The Kitchen Aid Mixer and The Butter Cookies

I grew up in a house where each Christmas my brother and I "helped" make butter cookies.  We looked forward to the process of every year; making the dough, waiting for it to chill (hours seemed like days), cutting the cookies (the angel from 1930 was my favorite), frosting them and adding just the right amount of sprinkles.  One year (after college...yes I was in my 20's) my mom actually did not make the cookies and Christmas was just not the same.  We took the butter cookie tradition very seriously. 

Eventually, butter cookies were made for all sorts of holidays, whichever we had the cookie cutters for.  We always made the cookies with an electric hand mixer, licking the mixers when we were done.  We never used a Kitchen Aid mixer, we never had one.  Over time, I became a bit stuck in my ways (shocking, I know) and on principle used a pastry blender, fork, or an electric hand mixer when baking.  Nothing more...
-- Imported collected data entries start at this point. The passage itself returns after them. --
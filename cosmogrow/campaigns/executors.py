"""Where a campaign's jobs run: in this process, a local process pool, or a Dask cluster.

Every executor has one verb, ``map_unordered(function, context, tasks)``, which yields
``function(context, task)`` for every task in completion order. The context (the design, the
configuration) is shipped once per worker, not once per task. Results must depend only on
(context, task): the campaign seeds every task from its own indices, so the order of completion
and the number of workers change nothing but the speed.
"""

import multiprocessing
import os
import pickle
from concurrent.futures import FIRST_COMPLETED, ProcessPoolExecutor, wait

from ..errors import ConfigError
from ..inference.forked import die_with_parent

_WORKER_CONTEXT = {}
#: Worker processes run one BLAS thread each: the workers already fill the cores, and idle
#: BLAS threads spinning beside another worker cost more than they give on small matrices.
SINGLE_THREAD_ENV = {"OPENBLAS_NUM_THREADS": "1", "OMP_NUM_THREADS": "1", "MKL_NUM_THREADS": "1"}


def available_cores():
    """Cores this process may run on."""
    try:
        return len(os.sched_getaffinity(0))
    except AttributeError:  # pragma: no cover - not Linux
        return os.cpu_count() or 1


class SerialExecutor:
    """Run every task in this process, one after the other."""

    workers = 1
    description = "serial"

    def map_unordered(self, function, context, tasks):
        for task in tasks:
            yield function(context, task)

    def close(self):
        pass


def _install_context(parent_pid, context_bytes):
    # The worker's BLAS thread limits are already in the environment it was spawned with
    # (`ProcessExecutor.map_unordered`): setting them here would come after numpy's import.
    die_with_parent(parent_pid)
    _WORKER_CONTEXT["context"] = pickle.loads(context_bytes)


def _limit_threads_of_children() -> dict:
    """Put SINGLE_THREAD_ENV into this process's environment (where the user has not set them),
    for children spawned from now on; returns what to restore."""
    saved = {name: os.environ.get(name) for name in SINGLE_THREAD_ENV}
    for name, value in SINGLE_THREAD_ENV.items():
        os.environ.setdefault(name, value)
    return saved


def _restore_environment(saved: dict) -> None:
    for name, value in saved.items():
        if value is None:
            os.environ.pop(name, None)
        else:
            os.environ[name] = value


def _call_with_worker_context(function, task):
    return function(_WORKER_CONTEXT["context"], task)


class ProcessExecutor:
    """A pool of local worker processes (default: one per available core).

    Workers are spawned (fresh interpreters, one BLAS thread each) and receive the context once.
    As with any spawned pool, a script that uses it must guard its entry point with
    ``if __name__ == "__main__":`` (notebooks and the command line need nothing).
    At most ``2 * workers`` tasks are in flight, so an interrupted run has started little it will
    not finish.
    """

    def __init__(self, workers=None):
        if workers is not None and (not isinstance(workers, int) or workers < 1):
            raise ConfigError(f"--workers: expected an integer >= 1, got {workers!r}")
        self.workers = workers or available_cores()
        self.description = f"process pool, {self.workers} workers"
        self._pool = None

    def map_unordered(self, function, context, tasks):
        # A spawned worker imports the parent's __main__ (a script importing numpy) before the
        # initializer runs, so the thread limits must already be in the environment it starts
        # with: set here while the pool lives (12x faster mock fits on 2 busy cores).
        saved = _limit_threads_of_children()
        self._pool = ProcessPoolExecutor(max_workers=self.workers,
                                         mp_context=multiprocessing.get_context("spawn"),
                                         initializer=_install_context,
                                         initargs=(os.getpid(), pickle.dumps(context)))
        tasks = iter(tasks)
        pending = set()
        try:
            while True:
                for task in tasks:
                    pending.add(self._pool.submit(_call_with_worker_context, function, task))
                    if len(pending) >= 2 * self.workers:
                        break
                if not pending:
                    return
                done, pending = wait(pending, return_when=FIRST_COMPLETED)
                for future in done:
                    yield future.result()
        finally:
            for future in pending:
                future.cancel()
            self.close()
            _restore_environment(saved)

    def close(self):
        if self._pool is not None:
            self._pool.shutdown(wait=True, cancel_futures=True)
            self._pool = None


class DaskExecutor:
    """A Dask distributed cluster: an existing scheduler ("tcp://host:port") or "local".

    "local" starts a LocalCluster on the loopback interface (127.0.0.1) with `workers` single-threaded
    workers (processes by default; ``processes=False`` runs them as threads of this process).
    """

    def __init__(self, address, *, workers=None, processes=True):
        try:
            from distributed import Client, LocalCluster
        except ImportError:  # pragma: no cover - dask is a declared dependency
            raise ConfigError("--scheduler: Dask is not installed; install 'dask[distributed]'") from None
        self._cluster = None
        if address == "local":
            n = workers or available_cores()
            self._cluster = LocalCluster(host="127.0.0.1", protocol="tcp", n_workers=n,
                                         threads_per_worker=1,
                                         processes=processes, dashboard_address=None)
            self.client = Client(self._cluster)
            self.description = f"Dask LocalCluster on 127.0.0.1, {n} workers"
        else:
            if "://" not in str(address):
                raise ConfigError(f"--scheduler: expected 'local' or an address like "
                                  f"tcp://host:8786, got {address!r}")
            try:
                self.client = Client(address, timeout="20s")
            except (OSError, TimeoutError) as exc:
                raise ConfigError(f"--scheduler: cannot reach {address}: {exc}") from None
            self.description = f"Dask scheduler {address}"
        self.workers = max(1, sum(self.client.nthreads().values()))

    def map_unordered(self, function, context, tasks):
        from distributed import as_completed

        shared = self.client.scatter(context, broadcast=True)
        tasks = list(tasks)
        futures = [self.client.submit(function, shared, task, pure=False) for task in tasks]
        try:
            for future in as_completed(futures):
                yield future.result()
        finally:
            self.client.cancel(futures)

    def close(self):
        self.client.close()
        if self._cluster is not None:
            self._cluster.close()


def make_executor(*, workers=None, scheduler=None, processes=True):
    """The executor the command line asked for: Dask when `scheduler` is given, else a pool of
    `workers` processes (default: all cores).

    One worker is a pool of one spawned process too, not this process: the fits then run with one
    BLAS thread, which on a busy machine is ten times faster than OpenBLAS's default threading for
    the optimiser's tiny matrices (measured: L-BFGS-B's setulb 9 us vs 3.3 ms per call at load 6).
    """
    if scheduler is not None:
        return DaskExecutor(scheduler, workers=workers, processes=processes)
    return ProcessExecutor(workers)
When Nick moved in, he brought along his Kitchen Aid mixer and, I do not have an electric hand mixer here.  This Thanksgiving, my mother asked me to make the butter cookies as a dessert.  To make the dough, you need to mix in a pound of butter (when you double the recipe, but I figure if you are going for it, you really need to go for it).  To mix a pound of butter by hand it would take some time and a LOT of elbow grease.  So I decided to break down and use the Kitchen Aid mixer...

All Ingredients Added
The results were AMAZING...sadly, I am a convert.  I know, I caved pretty quickly.  The mixer made swift work of the dough.  At one point though, I thought I might be killing the motor because the dough is pretty thick and the mixer slowed down a bit, but the Kitchen Aid powered through.

Working its magic!

All Wrapped Up
I will post the finished product after they have been fully decorated in a Thanksgiving way!

Everything worked so well that afterward, I made brownies with the Kitchen Aid mixer, which clearly could have been made stirring with a wooden spoon.  Again though, the batter, made from scratch, blended together faster than I could have done with my old school ways...

My one Kitchen Aid caveat, since I still have the smallest Beacon Hill kitchen, the Mixer spends most of its time in the storage under the stairs.  Unless I have pretty thick batter to make (like the butter cookies), I will probably stick with traditional methods like a spoon, a fork or a pastry blender.  However, when I get my big kid house and the Mixer can sit out on the counter, and not take up a precious amount of counter space, I will use it for everything under the sun I am sure!